Beneath this line are the data; copy exactly the part of them that opens with the line containing "SQLSTATEs of a" and closes with the line containing "if (typeof e.message", and only that part.
═══
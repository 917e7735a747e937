import type { MatrixRows } from './types.js';

const everyone = ['technician', 'assessor', 'manager', 'auditor', 'admin'] as const;

export const rows: MatrixRows = {
  'GET /health': 'public',
  'GET /live': 'public',
  'POST /session': 'public',
  'GET /session': 'signed-in',
  'DELETE /session': 'public',
  'PUT /session/password': 'signed-in',
  'GET /password/link': 'public',
  'POST /password/set': 'public',
  'POST /password/forgot': 'public',
  // Everyone may list people: a technician's list holds only themselves (see people.test.ts).
  'GET /people': [...everyone],
  'POST /people': ['manager', 'admin'],
  'GET /people/:id': [...everyone],
  'PATCH /people/:id': [...everyone],
  'POST /people/:id/invitation': ['manager', 'admin'],
  'DELETE /people/:id/sessions': ['admin'],
  'GET /sites': [...everyone],
  'POST /sites': ['admin'],
  'PATCH /sites/:id': ['admin'],
  'GET /mail': ['admin'],
  'GET /mail/:id': ['admin'],
  'POST /mail/:id/retry': ['admin'],
};
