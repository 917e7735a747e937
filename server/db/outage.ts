import type pg from 'pg';

/** What an outage report needs from a logger (pino's, or the console's in scripts). */
export interface OutageLog {
  warn: (obj: object, msg: string) => void;
  info: (msg: string) => void;
}

// SQLSTATEs of a server going away or not taking connections: admin/crash shutdown, cannot connect now,
// and the connection-exception class (08xxx).
const UNAVAILABLE_SQLSTATES = new Set(['57P01', '57P02', '57P03', '08000', '08001', '08003', '08004', '08006']);
const UNAVAILABLE_ERRNOS = new Set(['ECONNREFUSED', 'ECONNRESET', 'ETIMEDOUT', 'EPIPE', 'EHOSTUNREACH', 'ENETUNREACH', 'EAI_AGAIN']);
// node-postgres and pg-pool say it in words only: a dropped socket, a connect that timed out, a broken client.
const UNAVAILABLE_MESSAGES = /Connection terminated|timeout exceeded when trying to connect|connection error and is not queryable|Connection closed/i;

/** Whether an error (or one it wraps: Drizzle keeps the driver's as `cause`) means the database cannot be reached now. */
export function isDatabaseUnavailable(err: unknown, depth = 0): boolean {
  if (!err || typeof err !== 'object' || depth > 4) return false;
  const e = err as { code?: unknown; message?: unknown; cause?: unknown; errors?: unknown };
  if (typeof e.code === 'string' && (UNAVAILABLE_SQLSTATES.has(e.code) || UNAVAILABLE_ERRNOS.has(e.code))) return true;
  if (typeof e.message === 'string' && UNAVAILABLE_MESSAGES.test(e.message)) return true;
  // Node's connect to a name with several addresses fails with an AggregateError of each attempt.
  if (Array.isArray(e.errors) && e.errors.some((x) => isDatabaseUnavailable(x, depth + 1))) return true;
  return isDatabaseUnavailable(e.cause, depth + 1);
}

/**
 * Reports an outage once: the first lost connection is a warning, the rest stay quiet until `recovered()`
 * (or, for a source that never says it recovered, until a minute has passed).
 */
export function outageReporter(log: OutageLog, what: string, quietMs = 60_000) {
  let since = 0;
  return {
    lost(err: unknown) {
      const now = Date.now();
      if (since && now - since < quietMs) return;
      since = now;
      const message = (err as Error)?.message ?? String(err);
      log.warn({ err }, `${what}: database connection lost (${message}); retrying on the next request`);
    },
    recovered() {
      if (!since) return;
      since = 0;
      log.info(`${what}: database connection back`);
    },
  };
}

const watched = new WeakSet<pg.Pool>();

/**
 * An idle pooled connection that the server drops (restart, crash, admin shutdown) makes the pool emit
 * 'error'; unheard, that ends the process. The pool has already discarded that client and opens a new
 * one on the next query, so here it is only reported, once per outage.
 */
export function watchPool(pool: pg.Pool, log: OutageLog, what = 'database pool'): pg.Pool {
  if (watched.has(pool)) return pool;
  watched.add(pool);
  const report = outageReporter(log, what);
  pool.on('error', (err) => report.lost(err));
  pool.on('connect', () => report.recovered());
  return pool;
}

/** For the scripts (seeding at start-up), which have no pino logger. */
export const consoleOutageLog: OutageLog = {
  warn: (_obj, msg) => console.warn(`[database] ${msg}`),
  info: (msg) => console.log(`[database] ${msg}`),
};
═══
- [Written reply]:
// SQLSTATEs of a server going away or not taking connections: admin/crash shutdown, cannot connect now,
// and the connection-exception class (08xxx).
const UNAVAILABLE_SQLSTATES = new Set(['57P01', '57P02', '57P03', '08000', '08001', '08003', '08004', '08006']);
const UNAVAILABLE_ERRNOS = new Set(['ECONNREFUSED', 'ECONNRESET', 'ETIMEDOUT', 'EPIPE', 'EHOSTUNREACH', 'ENETUNREACH', 'EAI_AGAIN']);
// node-postgres and pg-pool say it in words only: a dropped socket, a connect that timed out, a broken client.
const UNAVAILABLE_MESSAGES = /Connection terminated|timeout exceeded when trying to connect|connection error and is not queryable|Connection closed/i;

/** Whether an error (or one it wraps: Drizzle keeps the driver's as `cause`) means the database cannot be reached now. */
export function isDatabaseUnavailable(err: unknown, depth = 0): boolean {
  if (!err || typeof err !== 'object' || depth > 4) return false;
  const e = err as { code?: unknown; message?: unknown; cause?: unknown; errors?: unknown };
  if (typeof e.code === 'string' && (UNAVAILABLE_SQLSTATES.has(e.code) || UNAVAILABLE_ERRNOS.has(e.code))) return true;
  if (typeof e.message === 'string' && UNAVAILABLE_MESSAGES.test(e.message)) return true;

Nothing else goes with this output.